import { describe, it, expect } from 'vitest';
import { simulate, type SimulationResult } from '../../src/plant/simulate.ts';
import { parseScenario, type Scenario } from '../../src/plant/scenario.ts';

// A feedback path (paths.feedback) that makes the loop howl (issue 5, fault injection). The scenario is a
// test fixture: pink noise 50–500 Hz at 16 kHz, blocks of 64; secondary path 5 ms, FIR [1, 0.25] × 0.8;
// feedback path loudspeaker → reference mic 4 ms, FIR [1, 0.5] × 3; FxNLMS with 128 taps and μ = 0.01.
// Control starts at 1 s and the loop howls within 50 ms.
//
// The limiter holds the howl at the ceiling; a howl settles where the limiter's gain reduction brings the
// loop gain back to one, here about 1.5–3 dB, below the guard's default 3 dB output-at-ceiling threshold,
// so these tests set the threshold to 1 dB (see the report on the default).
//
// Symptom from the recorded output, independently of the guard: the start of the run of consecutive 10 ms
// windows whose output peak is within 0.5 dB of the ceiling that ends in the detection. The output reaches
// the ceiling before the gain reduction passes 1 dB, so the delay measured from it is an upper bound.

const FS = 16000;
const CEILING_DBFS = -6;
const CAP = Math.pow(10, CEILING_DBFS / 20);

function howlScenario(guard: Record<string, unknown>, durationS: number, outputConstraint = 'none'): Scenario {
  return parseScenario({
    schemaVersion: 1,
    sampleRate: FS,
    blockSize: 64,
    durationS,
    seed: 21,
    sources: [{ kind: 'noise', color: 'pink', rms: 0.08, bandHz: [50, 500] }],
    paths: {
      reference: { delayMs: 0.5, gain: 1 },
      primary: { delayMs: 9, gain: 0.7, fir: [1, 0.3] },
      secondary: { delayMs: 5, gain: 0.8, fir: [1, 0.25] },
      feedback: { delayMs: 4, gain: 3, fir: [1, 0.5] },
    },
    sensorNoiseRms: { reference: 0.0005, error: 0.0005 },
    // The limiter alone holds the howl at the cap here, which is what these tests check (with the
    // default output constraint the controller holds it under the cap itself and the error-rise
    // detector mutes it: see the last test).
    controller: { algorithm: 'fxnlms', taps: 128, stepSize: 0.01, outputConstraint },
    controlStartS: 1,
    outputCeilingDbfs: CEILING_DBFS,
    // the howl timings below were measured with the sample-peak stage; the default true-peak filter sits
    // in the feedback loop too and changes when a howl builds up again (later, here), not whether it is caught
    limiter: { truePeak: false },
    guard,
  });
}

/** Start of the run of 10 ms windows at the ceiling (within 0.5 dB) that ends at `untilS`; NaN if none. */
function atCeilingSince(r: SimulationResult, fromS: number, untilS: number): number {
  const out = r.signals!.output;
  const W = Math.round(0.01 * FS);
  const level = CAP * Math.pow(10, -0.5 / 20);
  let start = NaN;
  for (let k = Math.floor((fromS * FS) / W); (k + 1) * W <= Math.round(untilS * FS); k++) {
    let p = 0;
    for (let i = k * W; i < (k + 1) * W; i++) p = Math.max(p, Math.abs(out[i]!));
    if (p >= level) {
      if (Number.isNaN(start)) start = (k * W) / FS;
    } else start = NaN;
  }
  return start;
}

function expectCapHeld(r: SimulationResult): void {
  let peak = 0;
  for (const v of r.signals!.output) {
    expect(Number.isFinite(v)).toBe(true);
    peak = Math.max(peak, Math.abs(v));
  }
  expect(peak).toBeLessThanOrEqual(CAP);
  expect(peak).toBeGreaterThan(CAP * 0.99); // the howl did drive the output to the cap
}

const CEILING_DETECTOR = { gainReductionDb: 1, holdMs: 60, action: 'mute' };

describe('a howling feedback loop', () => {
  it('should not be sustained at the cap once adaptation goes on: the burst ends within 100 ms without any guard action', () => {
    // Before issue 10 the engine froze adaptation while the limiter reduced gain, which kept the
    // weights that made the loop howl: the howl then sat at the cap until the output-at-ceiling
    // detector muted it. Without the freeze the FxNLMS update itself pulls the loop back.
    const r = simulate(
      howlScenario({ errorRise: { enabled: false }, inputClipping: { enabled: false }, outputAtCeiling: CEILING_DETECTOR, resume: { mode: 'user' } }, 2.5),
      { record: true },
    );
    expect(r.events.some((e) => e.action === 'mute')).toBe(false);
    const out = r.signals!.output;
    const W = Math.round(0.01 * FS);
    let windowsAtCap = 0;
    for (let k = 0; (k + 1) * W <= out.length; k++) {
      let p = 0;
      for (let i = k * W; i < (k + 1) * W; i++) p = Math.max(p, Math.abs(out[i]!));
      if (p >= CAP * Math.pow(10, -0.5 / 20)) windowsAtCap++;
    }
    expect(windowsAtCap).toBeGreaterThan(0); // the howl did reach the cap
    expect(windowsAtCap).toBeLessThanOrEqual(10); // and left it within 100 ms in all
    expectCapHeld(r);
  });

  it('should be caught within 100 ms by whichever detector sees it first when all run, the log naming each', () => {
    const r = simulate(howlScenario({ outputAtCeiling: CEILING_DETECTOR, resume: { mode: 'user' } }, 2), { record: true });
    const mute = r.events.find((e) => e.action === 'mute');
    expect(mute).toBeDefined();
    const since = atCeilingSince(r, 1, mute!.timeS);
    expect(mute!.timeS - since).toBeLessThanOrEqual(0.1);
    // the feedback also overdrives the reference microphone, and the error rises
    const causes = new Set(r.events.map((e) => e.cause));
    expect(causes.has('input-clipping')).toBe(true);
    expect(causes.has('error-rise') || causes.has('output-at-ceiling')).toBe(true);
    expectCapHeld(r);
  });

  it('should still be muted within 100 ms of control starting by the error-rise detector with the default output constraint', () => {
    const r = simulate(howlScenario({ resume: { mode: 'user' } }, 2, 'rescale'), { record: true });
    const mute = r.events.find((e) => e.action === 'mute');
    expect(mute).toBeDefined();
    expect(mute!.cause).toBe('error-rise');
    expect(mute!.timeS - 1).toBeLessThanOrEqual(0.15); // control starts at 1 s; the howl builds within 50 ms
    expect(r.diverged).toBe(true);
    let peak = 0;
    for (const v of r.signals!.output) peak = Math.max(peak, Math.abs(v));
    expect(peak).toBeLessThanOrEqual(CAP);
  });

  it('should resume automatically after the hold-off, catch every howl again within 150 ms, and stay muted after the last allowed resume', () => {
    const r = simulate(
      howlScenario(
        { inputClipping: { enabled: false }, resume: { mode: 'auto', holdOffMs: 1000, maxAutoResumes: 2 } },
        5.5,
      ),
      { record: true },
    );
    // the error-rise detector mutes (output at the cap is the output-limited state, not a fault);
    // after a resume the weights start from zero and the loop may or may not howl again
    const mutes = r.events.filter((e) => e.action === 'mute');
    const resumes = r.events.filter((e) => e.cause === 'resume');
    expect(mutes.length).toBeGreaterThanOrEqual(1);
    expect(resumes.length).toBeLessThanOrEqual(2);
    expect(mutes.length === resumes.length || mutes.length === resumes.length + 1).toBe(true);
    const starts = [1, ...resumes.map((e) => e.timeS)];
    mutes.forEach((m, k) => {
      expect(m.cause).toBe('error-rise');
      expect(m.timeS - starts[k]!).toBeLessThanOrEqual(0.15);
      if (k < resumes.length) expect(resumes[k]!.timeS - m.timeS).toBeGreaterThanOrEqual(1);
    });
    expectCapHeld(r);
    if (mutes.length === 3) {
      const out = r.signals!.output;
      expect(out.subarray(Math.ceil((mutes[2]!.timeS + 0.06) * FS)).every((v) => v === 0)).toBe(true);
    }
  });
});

==

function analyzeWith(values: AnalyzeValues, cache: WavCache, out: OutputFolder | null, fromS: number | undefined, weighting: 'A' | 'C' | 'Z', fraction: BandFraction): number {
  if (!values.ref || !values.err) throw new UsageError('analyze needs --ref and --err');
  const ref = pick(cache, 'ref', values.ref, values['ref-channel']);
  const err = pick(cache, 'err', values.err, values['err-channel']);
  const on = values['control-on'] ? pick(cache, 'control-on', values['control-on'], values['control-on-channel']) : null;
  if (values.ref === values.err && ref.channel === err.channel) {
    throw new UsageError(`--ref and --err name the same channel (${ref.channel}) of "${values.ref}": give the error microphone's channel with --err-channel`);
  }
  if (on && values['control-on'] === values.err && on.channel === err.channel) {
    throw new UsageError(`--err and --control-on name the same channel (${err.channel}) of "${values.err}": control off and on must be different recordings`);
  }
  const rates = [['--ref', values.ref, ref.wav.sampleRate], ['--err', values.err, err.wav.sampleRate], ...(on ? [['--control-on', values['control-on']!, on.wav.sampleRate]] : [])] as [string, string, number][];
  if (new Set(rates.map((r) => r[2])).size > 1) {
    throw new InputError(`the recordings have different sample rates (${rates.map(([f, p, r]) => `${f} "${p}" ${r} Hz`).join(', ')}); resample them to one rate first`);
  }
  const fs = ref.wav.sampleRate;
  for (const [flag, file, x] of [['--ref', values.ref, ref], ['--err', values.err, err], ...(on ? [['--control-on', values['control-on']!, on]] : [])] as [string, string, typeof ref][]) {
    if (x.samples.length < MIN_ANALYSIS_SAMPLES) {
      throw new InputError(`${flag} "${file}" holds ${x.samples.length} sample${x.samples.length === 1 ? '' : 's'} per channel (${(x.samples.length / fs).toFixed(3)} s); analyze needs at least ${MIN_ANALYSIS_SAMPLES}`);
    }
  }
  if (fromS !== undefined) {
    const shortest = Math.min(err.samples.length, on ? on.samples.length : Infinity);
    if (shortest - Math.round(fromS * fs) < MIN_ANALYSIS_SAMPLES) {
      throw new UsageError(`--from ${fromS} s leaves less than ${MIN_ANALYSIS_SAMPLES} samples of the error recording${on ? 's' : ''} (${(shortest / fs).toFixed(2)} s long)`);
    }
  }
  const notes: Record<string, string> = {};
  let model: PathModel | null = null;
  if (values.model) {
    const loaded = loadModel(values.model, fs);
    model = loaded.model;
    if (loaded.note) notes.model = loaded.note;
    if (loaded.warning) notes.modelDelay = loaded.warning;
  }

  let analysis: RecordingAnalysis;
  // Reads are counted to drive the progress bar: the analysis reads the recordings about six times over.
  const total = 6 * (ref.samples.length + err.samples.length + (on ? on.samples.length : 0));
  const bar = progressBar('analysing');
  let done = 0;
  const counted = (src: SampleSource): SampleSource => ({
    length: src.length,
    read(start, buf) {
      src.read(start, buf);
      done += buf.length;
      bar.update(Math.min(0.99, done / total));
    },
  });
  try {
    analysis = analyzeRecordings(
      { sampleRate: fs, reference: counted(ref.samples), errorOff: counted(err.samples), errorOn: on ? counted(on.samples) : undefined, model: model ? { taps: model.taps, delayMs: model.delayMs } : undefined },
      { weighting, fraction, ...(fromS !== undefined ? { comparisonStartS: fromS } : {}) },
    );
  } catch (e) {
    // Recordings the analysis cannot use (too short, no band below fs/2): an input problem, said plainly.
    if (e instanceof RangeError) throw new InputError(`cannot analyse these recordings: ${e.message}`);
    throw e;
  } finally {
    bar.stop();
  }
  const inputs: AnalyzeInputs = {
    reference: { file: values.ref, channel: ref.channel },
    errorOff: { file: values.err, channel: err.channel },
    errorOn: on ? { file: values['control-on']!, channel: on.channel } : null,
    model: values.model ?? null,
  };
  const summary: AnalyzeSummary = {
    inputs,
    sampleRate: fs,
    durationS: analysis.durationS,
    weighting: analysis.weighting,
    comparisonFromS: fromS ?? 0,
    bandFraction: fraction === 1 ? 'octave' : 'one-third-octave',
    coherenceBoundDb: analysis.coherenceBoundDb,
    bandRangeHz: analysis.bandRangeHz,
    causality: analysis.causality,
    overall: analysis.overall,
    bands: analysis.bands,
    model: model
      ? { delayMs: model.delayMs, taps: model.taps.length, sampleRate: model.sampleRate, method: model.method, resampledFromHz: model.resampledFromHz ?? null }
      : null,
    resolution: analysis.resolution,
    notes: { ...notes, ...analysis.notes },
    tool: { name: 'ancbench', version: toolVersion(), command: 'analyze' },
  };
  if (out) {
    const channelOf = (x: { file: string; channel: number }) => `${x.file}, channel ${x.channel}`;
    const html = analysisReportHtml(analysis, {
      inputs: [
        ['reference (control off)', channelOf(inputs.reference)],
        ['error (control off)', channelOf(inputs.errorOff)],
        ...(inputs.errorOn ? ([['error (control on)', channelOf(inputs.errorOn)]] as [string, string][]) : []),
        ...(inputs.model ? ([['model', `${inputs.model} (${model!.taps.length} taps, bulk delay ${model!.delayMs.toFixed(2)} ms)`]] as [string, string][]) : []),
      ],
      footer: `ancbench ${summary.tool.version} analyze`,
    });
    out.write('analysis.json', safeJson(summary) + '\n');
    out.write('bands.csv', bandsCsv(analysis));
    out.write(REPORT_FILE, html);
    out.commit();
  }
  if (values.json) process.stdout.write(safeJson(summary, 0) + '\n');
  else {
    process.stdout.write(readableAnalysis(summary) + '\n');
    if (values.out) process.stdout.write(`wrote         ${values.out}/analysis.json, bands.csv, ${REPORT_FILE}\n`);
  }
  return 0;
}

### How to complete this task
Whatever else the listing above holds, retype exactly only the lines from the one containing "s); analyze needs" to the one containing "const notes: Record<string, string>", both ends kept.

### Written solution
      throw new InputError(`${flag} "${file}" holds ${x.samples.length} sample${x.samples.length === 1 ? '' : 's'} per channel (${(x.samples.length / fs).toFixed(3)} s); analyze needs at least ${MIN_ANALYSIS_SAMPLES}`);
    }
  }
  if (fromS !== undefined) {
    const shortest = Math.min(err.samples.length, on ? on.samples.length : Infinity);
    if (shortest - Math.round(fromS * fs) < MIN_ANALYSIS_SAMPLES) {
      throw new UsageError(`--from ${fromS} s leaves less than ${MIN_ANALYSIS_SAMPLES} samples of the error recording${on ? 's' : ''} (${(shortest / fs).toFixed(2)} s long)`);
    }
  }
  const notes: Record<string, string> = {};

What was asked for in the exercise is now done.